Politics and the recession have crimped astronomers’ budgets and left the institute’s scientists with a kind of siege mentality. Last spring, the University of California ran out of money to run the Hat Creek observatory, forcing the Allen telescopes into hibernation. Continuing the search depends on a delicate deal to share the telescopes with the Air Force, which wants to use them to track satellites and space junk. No federal funds have been spent searching for radio signals from outer space since 1993.
Eerily quiet corridors
A recent visit to the SETI Institute’s Mountain View offices found many of the cubicles empty and the corridors eerily quiet. Last summer, as the Allen telescopes slumbered, weeds grew around them.

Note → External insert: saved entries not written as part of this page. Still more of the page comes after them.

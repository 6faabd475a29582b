import { afterAll, beforeAll, describe, expect, it } from 'vitest';
import { errorBodySchema } from '../../shared/schemas/error.schema';
import { Client, createTestApp, type TestApp } from '../setup/test-app';

let t: TestApp;
beforeAll(async () => {
  t = await createTestApp();
});
afterAll(async () => t.close());

describe('error bodies', () => {
  it('GET /api/health answers ok with the database reachable, and the mail outbox empty', async () => {
    const res = await new Client(t.app).get('/api/health');
    expect(res.status).toBe(200);
    expect(res.body).toEqual({ ok: true, mail: { queued: 0, sending: 0, failed: 0, oldest_queued_age_s: null } });
  });

  it('malformed JSON → 400 malformed_json', async () => {
    const c = new Client(t.app);
    const token = await c.csrf();
    const res = await c.agent.post('/api/auth/login').set('X-CSRF-Token', token).set('Content-Type', 'application/json').send('{"email": ');
    expect(res.status).toBe(400);
    expect(errorBodySchema.parse(res.body).error.code).toBe('malformed_json');
    expect(JSON.stringify(res.body)).not.toMatch(/at .*\.ts|node_modules/);
  });

  it('an oversized body → 413 payload_too_large', async () => {
    const c = new Client(t.app);
    const token = await c.csrf();
    const big = JSON.stringify({ email: 'a@b.test', password: 'x'.repeat(1_100_000) });
    const res = await c.agent.post('/api/auth/login').set('X-CSRF-Token', token).set('Content-Type', 'application/json').send(big);
    expect(res.status).toBe(413);
    expect(res.body.error.code).toBe('payload_too_large');
  });

  it('a method no route under that path answers → 404; OPTIONS still lists the methods there', async () => {
    const c = new Client(t.app);
    const res = await c.get('/api/auth/login');
    expect(res.status).toBe(404);
    expect(errorBodySchema.parse(res.body).error.code).toBe('route_not_found');
    const options = await c.agent.options('/api/auth/login');
    expect(options.status).toBe(200);
    expect(options.headers.allow).toContain('POST');
  });

  it('an unknown API route → 404 in the error shape', async () => {
    const res = await new Client(t.app).get('/api/no-such-thing');
    expect(res.status).toBe(404);
    expect(errorBodySchema.parse(res.body).error.code).toBe('route_not_found');
  });

  it('a signed-out request to a protected route → 401', async () => {
    const res = await new Client(t.app).get('/api/members');
    expect(res.status).toBe(401);
    expect(res.body.error.code).toBe('unauthenticated');
  });

  it('validation failure → 422 with zod field paths', async () => {
    const res = await new Client(t.app).post('/api/auth/login', { email: 'nope' });
    expect(res.status).toBe(422);
    const paths = errorBodySchema.parse(res.body).error.details?.map((d) => d.path);
    expect(paths).toEqual(expect.arrayContaining(['email', 'password']));
  });
});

The story begins with a young radio astronomer named Frank Drake, who pointed an antenna from the National Radio Astronomy Observatory in Green Bank, W.Va., at a pair of stars in 1960, wondering if he could make contact with anything or anyone. All he got was static, but the hook was set.

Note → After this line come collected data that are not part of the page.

describe('merchants answer and the contractor compares', () => {
  it('lets a desk price the lines with its own products and see only its own quote', async () => {
    const { b, k, request, quoteFor } = await asked();
    const desk = await login(b.salesEmail);
    const view = (await desk.get(`/api/quote-requests/${request.id}`)).body;
    expect(view.quotes.map((q: { id: number }) => q.id)).toEqual([quoteFor(b.branchId)]);
    expect(view.comparison).toBeNull();
    expect(view.site).toMatchObject({ site_postcode: 'CX4 1YC', crane_lift: 'allowed' });

    const tilesLine = request.lines.find((l: { category: string }) => l.category === 'tile');
    const res = await desk.post(`/api/quotes/${quoteFor(b.branchId)}/answer`, {
      lines: [
        { request_line_id: tilesLine.id, product_id: b.product('CTT-WL380-RU') },
        { request_line_id: lineOf(request, 'batten'), product_id: b.product('CTT-BAT-3825'), unit_price: 430 },
      ],
      valid_until: inDays(20),
      message: 'Russet only',
    });
    expect(res.status).toBe(200);
    const q = res.body.quotes[0];
    expect(q).toMatchObject({ status: 'answered', valid_until: inDays(20), message: 'Russet only' });
    // Packs default to enough for the quantity asked (whole tiles); the price to the branch's own.
    expect(q.lines[0]).toMatchObject({ sku: 'CTT-WL380-RU', packs: Math.ceil(tilesLine.quantity), unit_price: 89, total: Math.ceil(tilesLine.quantity) * 89 });
    expect(q.lines[1]).toMatchObject({ unit_price: 430 });
    expect(q.total).toBe(q.lines[0].total + q.lines[1].total);
    await t.mail.waitFor(k.email);
    expect(t.mail.messages.some((m) => m.to.includes(k.email) && /priced your quote request/.test(m.subject))).toBe(true);
  });

  it('refuses a product of another merchant and a line of another request', async () => {
    const { a, b, request, quoteFor } = await asked();
    const desk = await login(b.salesEmail);
    const res = await desk.post(`/api/quotes/${quoteFor(b.branchId)}/answer`, {
      lines: [
        { request_line_id: lineOf(request, 'tile'), product_id: a.product('TRS-FL420-SG') },
        { request_line_id: 999999, product_id: b.product('CTT-WL380-RU') },
      ],
    });
    expect(res.status).toBe(422);
    expect(res.body.error.details.map((d: { path: string }) => d.path)).toEqual(['lines.0.product_id', 'lines.1.request_line_id']);
    expect(
      (
        await t
          .db('quotes')
          .where({ id: quoteFor(b.branchId) })
          .first()
      ).status,
    ).toBe('asked');
  });

  it('compares the answers side by side and turns the accepted one into an order at its prices', async () => {
    const { a, b, c2, k, request, quoteFor } = await asked();
    const tileLine = lineOf(request, 'tile');
    const ridgeLine = lineOf(request, 'ridge');
    await (
      await login(a.salesEmail)
    ).post(`/api/quotes/${quoteFor(a.branchId)}/answer`, {
      lines: [
        { request_line_id: tileLine, product_id: a.product('TRS-FL420-SG'), unit_price: 120 },
        { request_line_id: ridgeLine, product_id: a.product('TRS-RHR-SG') },
      ],
    });
    await (
      await login(b.salesEmail)
    ).post(`/api/quotes/${quoteFor(b.branchId)}/answer`, {
      lines: [{ request_line_id: tileLine, product_id: b.product('CTT-WL380-RU') }],
    });
    const declined = await (await login(c2.email)).post(`/api/quotes/${quoteFor(c2.branchId)}/decline`, { message: 'No lorry that week' });
    expect(declined.body.quotes[0].status).toBe('declined');

    const r = quoteRequestSchema.parse((await k.c.get(`/api/quote-requests/${request.id}`)).body);
    const cmp = r.comparison!;
    expect(cmp.quote_ids).toEqual([quoteFor(a.branchId), quoteFor(b.branchId), quoteFor(c2.branchId)]);
    const tiles = cmp.rows.find((row) => row.request_line_id === tileLine)!;
    expect(tiles.offers.map((o) => o?.unit_price ?? null)).toEqual([120, 89, null]);
    const ridge = cmp.rows.find((row) => row.request_line_id === ridgeLine)!;
    expect(ridge.offers[1]).toBeNull();
    expect(cmp.totals.map((x) => x.lines_missing)).toEqual([r.lines.length - 2, r.lines.length - 1, r.lines.length]);
    expect(cmp.totals[2].total).toBeNull();

    const accepted = await k.c.post(`/api/quotes/${quoteFor(a.branchId)}/accept`);
    expect(accepted.status).toBe(201);
    acceptQuoteResponseSchema.parse(accepted.body);
    expect(accepted.body.order).toMatchObject({ status: 'sent', reference: expect.stringMatching(/^RL-/) });
    const order = (await k.c.get(`/api/orders/${accepted.body.order.id}`)).body;
    expect(order).toMatchObject({ quote_id: quoteFor(a.branchId), branch: { id: a.branchId }, requested_date: inDays(12), time_window: '07:00-11:00', po_reference: 'YC-19' });
    expect(order.lines.map((l: { sku: string; unit_price: number }) => [l.sku, l.unit_price])).toEqual([
      ['TRS-FL420-SG', 120],
      ['TRS-RHR-SG', 650],
    ]);
    const after = accepted.body.quote_request;
    expect(after.status).toBe('accepted');
    expect(after.quotes.map((q: { status: string }) => q.status)).toEqual(['accepted', 'not_chosen', 'declined']);
    await t.mail.waitFor(b.salesEmail);
    expect(t.mail.messages.some((m) => m.to.includes(b.salesEmail) && /went elsewhere/.test(m.subject))).toBe(true);

    // Closed: no second acceptance, no late answer.
    expect((await k.c.post(`/api/quotes/${quoteFor(b.branchId)}/accept`)).status).toBe(409);
    const late = await (await login(b.salesEmail)).post(`/api/quotes/${quoteFor(b.branchId)}/answer`, { lines: [{ request_line_id: tileLine, product_id: b.product('CTT-WL380-RU') }] });
    expect(late.status).toBe(409);
    expect(
      await t
        .db('orders')
        .where({ quote_id: quoteFor(b.branchId) })
        .first(),
    ).toBeUndefined();
  });

  it('cannot accept a quote that is not priced yet, or one past its date', async () => {
    const { a, k, request, quoteFor } = await asked();
    const notYet = await k.c.post(`/api/quotes/${quoteFor(a.branchId)}/accept`);
    expect(notYet.status).toBe(409);
    expect(notYet.body.error.code).toBe('quote_not_priced');
    await (await login(a.salesEmail)).post(`/api/quotes/${quoteFor(a.branchId)}/answer`, { lines: [{ request_line_id: lineOf(request, 'tile'), product_id: a.product('TRS-FL420-SG') }] });
    await t
      .db('quotes')
      .where({ id: quoteFor(a.branchId) })
      .update({ valid_until: inDays(-1) });
    const expired = await k.c.post(`/api/quotes/${quoteFor(a.branchId)}/accept`);
    expect(expired.body.error.code).toBe('quote_expired');
    expect(await t.db('orders').where({ contractor_organisation_id: k.organisationId }).first()).toBeUndefined();
  });

  it('withdraws a request, closing every quote', async () => {
    const { k, request } = await asked();
    const res = await k.c.post(`/api/quote-requests/${request.id}/withdraw`);
    expect(res.body.status).toBe('withdrawn');
    expect(res.body.quotes.every((q: { status: string }) => q.status === 'withdrawn')).toBe(true);
    expect((await k.c.post(`/api/quote-requests/${request.id}/withdraw`)).status).toBe(409);
  });

  it('lists requests for the contractor and, for a merchant, only those sent to it', async () => {
    const { a, k, request } = await asked();
    const mine = quoteRequestListSchema.parse((await k.c.get('/api/quote-requests')).body);
    expect(mine.quote_requests.map((r) => r.id)).toEqual([request.id]);
    const desk = quoteRequestListSchema.parse((await (await login(a.salesEmail)).get('/api/quote-requests')).body);
    expect(desk.quote_requests.map((r) => r.id)).toContain(request.id);
    expect(desk.quote_requests.find((r) => r.id === request.id)!.quotes.map((q) => q.branch.id)).toEqual([a.branchId]);
  });
});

In 1971, Nasa held a workshop led by Barney Oliver, the research chief of Hewlett-Packard, that concluded the best way to find extraterrestrials was with a $10 billion array of giant radio telescopes called Cyclops. The price tag – as well as the subject – set off alarm bells that still reverberate. In 1978, Sen William Proxmire of Wisconsin, an outspoken critic of what he considered wasteful government spending, awarded one of his infamous ‘Golden Fleece’ awards to the hunt for aliens, and in 1993, a Nasa-sponsored survey for signals from 1,000 nearby stars was cancelled by Congress. With the help of friends like Oliver in the Silicon Valley, Tarter and her colleagues took up the search. As the director of SETI research at the institute, Tarter, 67, has become the public face of the cause, and she was consulted by the actress Jodie Foster about her portrayal of Ellie Arroway, a radio astronomer who finds a signal, in the movie ‘Contact.’
Tarter was recruited in 1976, when, as a postdoctorate student at Berkeley, she read the Cyclops report, a rite of passage for most alien-oriented astronomers. “You didn’t have to ask a priest or philosopher about life in the universe,” Tarter said. But she realised she was in the first generation that could conduct experiments about it. A half-century and roughly 2,000 stars later, humanity is still officially alone.

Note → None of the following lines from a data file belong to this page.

describe('price lists as files', () => {
  it('exports the branch’s price list as CSV and .xlsx and takes it back unchanged', async () => {
    const m = await merchant();
    const csv = await m.desk.get(`/api/branches/${m.branchId}/price-list?format=csv`);
    expect(csv.headers['content-type']).toMatch(/text\/csv/);
    expect(csv.text.startsWith('\uFEFFsku,name,category,unit,pack_size,pack_weight_kg,tax_rate,price\r\n')).toBe(true);
    expect(csv.text).toMatch(/TRS-FL420-SG,.*,20,1\.28\r\n/);
    const again = await upload(m.desk, `/api/branches/${m.branchId}/price-list`, csv.text);
    expect(again.status, JSON.stringify(again.body)).toBe(200);
    // One row per product the branch sells: the whole demo catalogue.
    const sold = TOLLERBECK.products.length;
    expect(again.body).toMatchObject({ rows: sold, updated: 0, added: 0, unchanged: sold });
    const xlsx = await binary(m.desk.get(`/api/branches/${m.branchId}/price-list?format=xlsx`));
    const wb = new ExcelJS.Workbook();
    await wb.xlsx.load(xlsx.body as ArrayBuffer);
    wb.worksheets[0].getRow(2).getCell(8).value = 9.99;
    const edited = Buffer.from(await wb.xlsx.writeBuffer());
    const res = await upload(m.desk, `/api/branches/${m.branchId}/price-list`, edited, 'application/vnd.openxmlformats-officedocument.spreadsheetml.sheet');
    expect(res.body).toMatchObject({ updated: 1, unchanged: sold - 1 });
    expect((await prices(m)).get(String(wb.worksheets[0].getRow(2).getCell(1).value))).toBe(999);
  });

  it('neutralises text that a spreadsheet would run as a formula', async () => {
    const m = await merchant();
    await t
      .db('products')
      .where({ id: m.product('TRS-CLP-FL') })
      .update({ name: '=HYPERLINK("http://example.test","clips")' });
    const csv = (await m.desk.get(`/api/branches/${m.branchId}/price-list`)).text;
    expect(csv).toMatch(/"'=HYPERLINK\(/);
    const xlsx = await binary(m.desk.get(`/api/branches/${m.branchId}/price-list?format=xlsx`));
    const wb = new ExcelJS.Workbook();
    await wb.xlsx.load(xlsx.body as ArrayBuffer);
    const names: unknown[] = [];
    wb.worksheets[0].eachRow((r) => names.push(r.getCell(2).value));
    expect(names).toContain(`'=HYPERLINK("http://example.test","clips")`);
  });

  it('rejects a file with an unknown SKU, text in a number, a negative price, a formula and a duplicate, naming row and column, and changes nothing', async () => {
    const m = await merchant();
    const before = await prices(m);
    const file = [
      'sku,price,tax_rate',
      'TRS-FL420-SG,1.30,20',
      'NOPE-123,2.00,20',
      'TRS-RHR-SG,six pounds,20',
      'TRS-HTR-SG,-4.50,20',
      'TRS-BAT-3825,=1+2,20',
      '=cmd|calc,1.00,20',
      'TRS-FL420-SG,1.31,20',
      'TRS-UVP-50,64.001,20',
      'TRS-VAL-3M,28.90,120',
    ].join('\n');
    const res = await upload(m.desk, `/api/branches/${m.branchId}/price-list`, file);
    expect(res.status).toBe(422);
    expect(res.body.error.code).toBe('invalid_sheet');
    expect(res.body.error.details.map((d: { row: number; column: string }) => [d.row, d.column])).toEqual([
      [3, 'sku'],
      [4, 'price'],
      [5, 'price'],
      [6, 'price'],
      [7, 'sku'],
      [8, 'sku'],
      [9, 'price'],
      [10, 'tax_rate'],
    ]);
    expect(res.body.error.details[0].message).toMatch(/no product with the SKU "NOPE-123"/);
    expect(res.body.error.details[1].message).toMatch(/is not a number/);
    expect(res.body.error.details[2].message).toMatch(/must not be negative/);
    expect(res.body.error.details[3].message).toMatch(/formula/);
    expect(res.body.error.details[5].message).toMatch(/already priced on row 2/);
    expect(await prices(m)).toEqual(before);
  });

  it('names a missing column and refuses a workbook cell that holds a formula', async () => {
    const m = await merchant();
    const missing = await upload(m.desk, `/api/branches/${m.branchId}/price-list`, 'sku,cost\nTRS-FL420-SG,1.30\n');
    expect(missing.status).toBe(422);
    expect(missing.body.error.details).toEqual([{ row: 1, column: 'price', message: 'the column "price" is missing from the header row' }]);
    const wb = new ExcelJS.Workbook();
    const ws = wb.addWorksheet('Prices');
    ws.addRow(['sku', 'price']);
    ws.addRow(['TRS-FL420-SG', { formula: '1+0.3', result: 1.3 }]);
    const res = await upload(m.desk, `/api/branches/${m.branchId}/price-list`, Buffer.from(await wb.xlsx.writeBuffer()), 'application/vnd.openxmlformats-officedocument.spreadsheetml.sheet');
    expect(res.body.error.details).toEqual([{ row: 2, column: 'price', message: 'holds a spreadsheet formula: paste the value itself' }]);
    expect((await upload(m.desk, `/api/branches/${m.branchId}/price-list`, Buffer.from([0xff, 0xfe, 0x00]))).body.error.details[0]).toMatchObject({ row: 1 });
  });

  it('adds a catalogue product to the branch’s list at the price in the file', async () => {
    const m = await merchant();
    const p = await m.desk.post('/api/products', { sku: 'TRS-VNT-01', name: 'Tile vent, slate grey', category: 'accessory', unit: 'piece', pack_size: 1, pack_weight_kg: 1.2 });
    const res = await upload(m.desk, `/api/branches/${m.branchId}/price-list`, `sku,price\nTRS-VNT-01,"1,234.50"\n`);
    expect(res.body).toMatchObject({ added: 1 });
    expect((await m.desk.get(`/api/products/${p.body.id}`)).body.branches[0]).toMatchObject({ pack_price: 123450 });
  });
});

Drake is undaunted, noting that there are 100 billion suitable stars in the galaxy. His personal estimate, based on an equation he invented in 1961, is that there are 10,000 technological civilizations in the galaxy, one per million stars. “I’ve known all along we have to look at a million stars,” he said. Now a cherubic 81, Drake is a professor at the University of California, Santa Cruz, and a former chairman of the SETI Institute.
The Allen Array, which was designed to find Drake his million stars, is named after Paul G Allen, the Microsoft founder and philanthropist, who put up $25 million to get the project going. Jointly owned and operated by the University of California, Berkeley, and the SETI Institute, it was to consist of 350 antennas, 20 feet in diameter, that were to be mass-produced like satellite dishes.
The full array would be able to map a swath of sky several full moons in diameter in only 10 minutes, or the whole sky in a night – of great interest to astronomers and, as it turned out, to the military. But Allen’s contribution was only enough to build 42 antennas, which started operating in 2007. The astronomers say that another $55 million would complete the array, but there have been no volunteers yet.
The project got a lift in 2009 when Tarter won a $100,000 prize and ‘One Wish to Change the World’ at the TED conference – short for Technology, Entertainment and Design – in Long Beach, Calif. Her talk there began, “The story of humans is the story of ideas.” It elicited a donation of valuable equipment from Dell and Intel. The project got another lift – mainly psychological – when Nasa’s Kepler spacecraft, which is beaming back news about the patch of Cygnus that it surveys, published its first list of 1,035 exoplanet candidates.